PROBLEM TO SOLVE:
For the data below, say how many lines contain "refused". Only the number should be given.

Dataset items
□ □ □ □
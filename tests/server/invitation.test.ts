import { beforeEach, describe, expect, test } from 'vitest'
import { COMMON_PASSWORDS } from '@/server/common-passwords-table'
import { isObvious } from '@/server/password'
import { companiesOf, credentialsByEmail } from '@/server/stores/person'
import { invitation } from '@/db/schema/membership'
import { audit } from '@/db/schema/record'
import { openDatabase } from '@/db/client'
import { acceptInvitation, firstInvitationLink, invitationByToken } from '@/server/invite'
import { contextFor } from './context'
import { PASSWORD, addPerson, get, openTestServer, post, query, setCookieOf, type TestServer } from './server'

const DAY_MS = 24 * 60 * 60_000

let server: TestServer
let admin: string
let nowMs: number
beforeEach(async () => {
  nowMs = Date.now()
  server = openTestServer({ now: () => nowMs })
  admin = await server.cookieOf(server.company.personId('admin'))
})

const INVITED = { email: 'new@north.example', name: 'New Person', roles: ['drafter', 'inspector'] }
async function invite(changes: Record<string, unknown> = {}): Promise<{ id: string; link: string; token: string }> {
  const input = { companyId: 'north', ...INVITED, ...changes }
  const { body } = await post(server, 'invitation.create', { cookie: admin }).send(input).expect(200)
  const { id, link } = body.result.data as { id: string; link: string }
  return { id, link, token: link.split('/').at(-1) ?? '' }
}
const accept = (token: string, password = PASSWORD) =>
  post(server, 'invitation.accept').send({ token, name: 'New Person', password })

describe('an invitation', () => {
  test('is mailed with its link, which the admin sees too and the table does not hold', async () => {
    const { link, token } = await invite()
    expect(link).toMatch(/^http:\/\/localhost:4180\/invite\/[\w-]{43}$/) // 32 bytes in base64url
    expect(server.mails).toHaveLength(1)
    expect(server.mails[0]?.to).toBe(INVITED.email)
    expect(server.mails[0]?.text).toContain(link)
    expect(JSON.stringify(server.db.select().from(invitation).all())).not.toContain(token)
    expect(JSON.stringify(server.db.select().from(audit).all())).not.toContain(token)
  })

  test('says what it offers to whoever holds it, and signs them in', async () => {
    const { token } = await invite()
    const { body } = await get(server, query('invitation.byToken', { token })).expect(200)
    expect(body.result.data).toEqual({ companyName: 'Company north', ...INVITED })
    const response = await accept(token).expect(200)
    expect(response.body.result.data.companies).toEqual([
      { id: 'north', name: 'Company north', roles: ['drafter', 'inspector'] },
    ])
    expect(setCookieOf(response)).not.toBeNull()
  })

  test('works once, also when two use it at the same time', async () => {
    const { token } = await invite()
    const answers = await Promise.all([accept(token), accept(token), accept(token)])
    expect(answers.map(({ status }) => status).sort()).toEqual([200, 404, 404])
    await accept(token).expect(404)
    await get(server, query('invitation.byToken', { token })).expect(404)
  })

  test('is open to a millisecond before seven days and not from then on', async () => {
    const { token } = await invite()
    nowMs += 7 * DAY_MS - 1
    await get(server, query('invitation.byToken', { token })).expect(200)
    nowMs += 1
    await accept(token).expect(404)
  })

  test('that was withdrawn is not open, nor listed', async () => {
    const { id, token } = await invite()
    await post(server, 'invitation.withdraw', { cookie: admin })
      .send({ companyId: 'north', invitationId: id })
      .expect(200)
    await accept(token).expect(404)
    const { body } = await get(server, query('invitation.list', { companyId: 'north' }), { cookie: admin })
    expect(body.result.data).toEqual([])
  })

  test('of another company is not an admin’s to withdraw', async () => {
    const { id } = await invite()
    const other = { companyId: 'north', invitationId: `${id}x` }
    await post(server, 'invitation.withdraw', { cookie: admin }).send(other).expect(404)
  })

  test('takes no account over: whoever has one gives its password', async () => {
    const { token } = await invite({ email: 'ada@south.example' })
    const id = addPerson(server, { email: 'ada@south.example', roles: ['inspector'] })
    const before = credentialsByEmail(server.db, 'ada@south.example')?.passwordHash
    const refusal = await accept(token, 'a password of my own').expect(400)
    expect(refusal.body.error.data.problem.field).toBe('password')
    expect(setCookieOf(refusal)).toBeNull()
    await accept(token, PASSWORD).expect(200)
    expect(credentialsByEmail(server.db, 'ada@south.example')?.passwordHash).toBe(before)
    expect(companiesOf(server.db, id)[0]?.roles).toEqual(['drafter', 'inspector'])
  })

  test('to somebody who is in the company already is refused', async () => {
    const input = { companyId: 'north', ...INVITED, email: 'drafter@north.example' }
    await post(server, 'invitation.create', { cookie: admin }).send(input).expect(409)
  })

  test('cannot be aimed at another address by whoever accepts it', async () => {
    const { token } = await invite()
    const input = { token, email: 'other@north.example', name: 'X', password: PASSWORD }
    const { body } = await post(server, 'invitation.accept').send(input).expect(200)
    expect(body.result.data.person.email).toBe(INVITED.email)
  })
})

describe('a new password', () => {
  test.each(['1234567', 'short', ''])('%o has fewer than 8 characters and is refused', async (password) => {
    await accept((await invite()).token, password).expect(400)
  })

  test.each(['password', 'Password1', 'QWERTYUIOP', 'aaaaaaaaaa', 'wedgeline1', 'new@north.example'])(
    '%s is refused as obvious and the invitation stays open',
    async (password) => {
      const { token } = await invite()
      const { body } = await accept(token, password).expect(400)
      expect(body.error.data.problem.field).toBe('password')
      await accept(token).expect(200)
    },
  )

  test.each(['eight ch', 'ünïcödé ☃ words', 'x'.repeat(63) + 'y', `  lead and trail  `])(
    '%o is taken',
    async (password) => {
      await accept((await invite()).token, password).expect(200)
      await post(server, 'session.signIn').send({ email: INVITED.email, password }).expect(200)
    },
  )

  test('the list holds nothing shorter than what is refused anyway, and small letters alone', () => {
    for (const word of COMMON_PASSWORDS) {
      expect(word.length).toBeGreaterThanOrEqual(8)
      expect(word).toBe(word.toLowerCase())
      expect(isObvious(word.toUpperCase(), 'a@b.example')).toBe(true)
    }
  })
})

describe('an empty database', () => {
  const tokenOf = (link: string | null) => link?.split('/').at(-1) ?? ''
  const setUp = () => {
    const db = openDatabase(':memory:')
    return { db, context: contextFor({ db }, null) }
  }
  const ada = { name: 'Ada', email: 'ada@north.example', password: PASSWORD }

  test('lets the first person in as admin and detailer only', async () => {
    const { db, context } = setUp()
    const token = tokenOf(firstInvitationLink(context))
    expect(invitationByToken(context, token).email).toBeNull()
    const { companies } = await acceptInvitation(context, { token, ...ada })
    expect(companies.map(({ roles }) => roles)).toEqual([['admin', 'detailer']])
    await expect(acceptInvitation(context, { token, ...ada, email: 'b@north.example' })).rejects.toThrow(/not open/)
    expect(firstInvitationLink(context)).toBeNull()
    db.$client.close()
  })

  test('needs a mail address from the first person', async () => {
    const { context } = setUp()
    const token = tokenOf(firstInvitationLink(context))
    await expect(acceptInvitation(context, { token, name: 'Ada', password: PASSWORD })).rejects.toThrow(/mail address/)
  })

  test('started again prints another link, and the one before stops working', async () => {
    const { context } = setUp()
    const first = tokenOf(firstInvitationLink(context))
    const second = tokenOf(firstInvitationLink(context))
    await expect(acceptInvitation(context, { token: first, ...ada })).rejects.toThrow(/not open/)
    await acceptInvitation(context, { token: second, ...ada })
  })
})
□ □ □ □
RESULT BELOW:
4